- [Aim of the exercise]:
Scan the entries below and say how many lines contain "Pose". Write only the number.
# # # # # # #
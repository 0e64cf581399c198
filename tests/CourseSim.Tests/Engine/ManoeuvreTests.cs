using CourseSim.Engine;
using CourseSim.Units;

namespace CourseSim.Tests.Engine;

/// <summary>
/// Tack and gybe losses come out of the dynamics (no fixed penalty). Measured as the distance made good along the wind
/// lost against the same board sailing on without the manoeuvre, divided by its VMG: seconds of VMG lost.
/// Ranges of the trade, from memory (no published table of windsurf manoeuvre losses was found): a tack costs a
/// club-to-good racer about 2 to 12 s of upwind VMG (the board drops off the plane while the rider steps round the mast
/// and must be pumped back up to speed); a planing carve gybe costs about 0.5 to 5 s of downwind VMG and the board keeps
/// moving through it (common practice: a carve gybe is made without stopping).
/// </summary>
public class ManoeuvreTests
{
    /// <summary>Returns (VMG lost in seconds, least speed during the manoeuvre / speed before, tacks, gybes).</summary>
    static (double LossS, double MinSpeedShare, int Tacks, int Gybes) Loss(string equipment, double kn, bool upwind)
    {
        var baseSetup = EngineTestKit.OpenWater(kn, equipment);
        var rig = CourseSim.Equilibrium.RigPolar.Build(baseSetup.Boards[0].Equipment);
        double twa = Unit.RadToDeg(rig.BestTwa(Unit.KnotsToMs(kn), upwind));
        double v0 = rig.Speed(Unit.KnotsToMs(kn), Unit.DegToRad(twa));
        // The turned board runs until the manoeuvre is over and it is back to 95 % of its speed before (pumping if it
        // needs to); the straight board runs for the same time. Loss = progress deficit / straight VMG.
        var turned = Run(true, double.NaN);
        var straight = Run(false, turned.EndS);
        double vmg = straight.Progress / (straight.EndS - 0);
        return ((straight.Progress - turned.Progress) / vmg, turned.MinShare, turned.Status.Tacks, turned.Status.Gybes);

        (double Progress, double EndS, double MinShare, RaceStatus Status) Run(bool turn, double endS)
        {
            var race = new Race(baseSetup);
            race.HoldTrueWindAngle(0, twa);
            var e = race.EntityOf(0);
            race.World.Get<Motion>(e).Speed = v0;
            while (race.Time < 0) race.Step();
            var p0 = race.World.Get<Pose>(e);
            double before = race.World.Get<Motion>(e).Speed, min = before;
            while (race.Time < 120)
            {
                if (turn && race.Time >= 15 && race.Time < 15 + race.Dt) race.HoldTrueWindAngle(0, -twa);
                race.Step();
                double v = race.World.Get<Motion>(e).Speed;
                if (turn && race.Time > 15) min = Math.Min(min, v);
                if (!turn && race.Time >= endS) break;
                if (turn && race.Time > 20 && race.World.Get<ManoeuvreState>(e).Kind == Manoeuvre.None && v >= 0.95 * before) break;
            }
            var p1 = race.World.Get<Pose>(e);
            // Wind from north: upwind progress is +y, downwind -y.
            return (upwind ? p1.Y - p0.Y : p0.Y - p1.Y, race.Time, min / before, race.World.Get<RaceStatus>(e));
        }
    }

    [Theory]
    [InlineData("light-66.toml", 14)]
    [InlineData("heavy-86.toml", 12)]
    public void ATackCostsSecondsOfUpwindVmgInTheTradesRange(string equipment, double kn)
    {
        var (loss, _, tacks, gybes) = Loss(equipment, kn, upwind: true);
        Assert.Equal(1, tacks);
        Assert.Equal(0, gybes);
        Assert.InRange(loss, 2, 12);
    }

    [Theory]
    [InlineData("light-66.toml", 16)]
    [InlineData("heavy-86.toml", 16)]
    public void APlaningGybeCostsSecondsAndKeepsTheBoardMoving(string equipment, double kn)
    {
        var (loss, minShare, tacks, gybes) = Loss(equipment, kn, upwind: false);
        Assert.Equal(0, tacks);
        Assert.Equal(1, gybes);
        Assert.InRange(loss, 0.5, 5);
        Assert.True(minShare > 0.5, $"speed fell to {minShare:P0} of the entry speed");
    }
}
# # # # # # #
- [Output for this task]:
2